| Stored items |
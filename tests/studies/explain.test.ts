import { describe, expect, it } from "vitest";
import type { Numerics } from "../../src/problem/design.js";
import { steppers } from "../../src/steppers/registry.js";
import { planClosed } from "../../src/studies/closed-plan.js";
import { explainPlan } from "../../src/studies/explain.js";
import { designOf, potentialOf } from "../grid/samples.js";

const barrier = potentialOf("rectangular", { height: 0.3, width: 5 });
const packet = { energy: 0.15, width: 10 };
const explained = (numerics: Numerics = {}, more = {}) =>
  explainPlan(designOf(barrier, { ...packet, ...more }, numerics));
const FORCED = /^as the design asks/;

describe("the explanation of a plan", () => {
  it("gives every choice a value and a reason, and none is said to be the design's where nothing is forced", () => {
    for (const { name: stepper } of steppers) {
      const { choices } = explained({ stepper });
      for (const { name, value, why } of choices) {
        expect(why.length, name).toBeGreaterThan(10);
        if (typeof value === "number") expect(Number.isFinite(value), name).toBe(true);
        if (name !== "stepper") expect(why, name).not.toMatch(FORCED);
      }
      expect(new Set(choices.map(({ name }) => name)).size).toBe(choices.length);
    }
  });

  it.each<[keyof Numerics | "start", string, string, number | string]>([
    ["stepper", "crank-nicolson", "stepper", "split-operator"],
    ["order", "crank-nicolson", "order", 4],
    ["timeStep", "crank-nicolson", "time step", 0.5],
    ["end", "crank-nicolson", "end", 600],
    ["length", "crank-nicolson", "box length", 900],
    ["step", "crank-nicolson", "widest spacing", 0.25],
    ["points", "crank-nicolson", "points", 3000],
    ["order", "split-operator", "order", 6],
    ["timeStep", "split-operator", "time step", 0.5],
    ["end", "split-operator", "end", 600],
    ["length", "split-operator", "box length", 900],
    ["step", "split-operator", "spacing", 0.25],
    ["start", "crank-nicolson", "start", -150],
  ])(
    "covers a forced %s of %s: the choice is the design's and near what was asked for",
    (key, stepper, name, value) => {
      const { choices } =
        key === "start" ? explained({}, { start: value }) : explained({ stepper, [key]: value } as Numerics);
      const choice = choices.find((each) => each.name === name);
      if (!choice) throw new Error(`no choice ${name}`);
      if (!(key === "points")) expect(choice.why).toMatch(FORCED);
      if (typeof value === "number" && typeof choice.value === "number")
        expect(Math.abs(choice.value / value - 1)).toBeLessThan(0.05);
      else expect(choice.value).toBe(value);
    },
  );

  it("shows the plan that the estimate starts from", () => {
    const plan = planClosed(designOf(barrier, packet));
    const value = (name: string) => explained().choices.find((choice) => choice.name === name)?.value;
    expect(value("time step")).toBe(plan.timeStep);
    expect(value("end")).toBe(plan.end);
    expect(value("steps")).toBe(plan.steps);
  });

  it("of a confining shape says that nothing is transmitted", () => {
    const well = potentialOf("harmonic", { quantum: 0.1 });
    const { choices, warnings } = explainPlan(designOf(well, { energy: 0.2, width: 2 }));
    expect(warnings.join()).toMatch(/confines the particle, so nothing is transmitted/);
    expect(choices.map(({ name }) => name)).toContain("points");
  });
});

describe("warnings", () => {
  it("are none for a packet that is narrow in energy and starts clear", () => {
    expect(explained({}, { width: 20 }).warnings).toEqual([]);
  });

  it.each<[string, RegExp, Numerics, Record<string, number>]>([
    ["a broad packet", /energies spread by \d+ % of their mean/, {}, { width: 3 }],
    ["a packet that also moves away", /moves away from the structure/, {}, { width: 2.5 }],
    ["a start on the structure's flank", /does not start clear/, {}, { start: -40 }],
    ["a tail beyond the face", /probability of .* lies beyond the structure's face/, {}, { start: -40 }],
    ["forced numerics", /bound is measured against an automatic calculation/, { step: 0.3 }, {}],
  ])("name %s", (_title, text, numerics, more) => {
    expect(explained(numerics, more).warnings.join("\n")).toMatch(text);
  });

  it("name a depth that a Fourier transform cannot reach", () => {
    const high = potentialOf("rectangular", { height: 3, width: 5 });
    const plan = explainPlan(designOf(high, { energy: 0.15, width: 20 }, { stepper: "split-operator" }));
    expect(plan.warnings.join()).toMatch(/below the rounding of a Fourier transform/);
  });

  it("says of eigenstates that they make maps, and finds none for it", () => {
    const before = performance.now();
    const { choices, warnings } = explained({ stepper: "eigenstates", points: 4000 });
    // Finding them would take some ten seconds.
    expect(performance.now() - before).toBeLessThan(1000);
    expect(choices.find(({ name }) => name === "points")?.why).toMatch(FORCED);
    expect(warnings).toEqual([expect.stringMatching(/eigenstates follows a packet in time.*postern map/)]);
  });
});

| Problem statement |
Please give the number of lines in the data above where the word "text" appears, and nothing besides.

| Reply |
2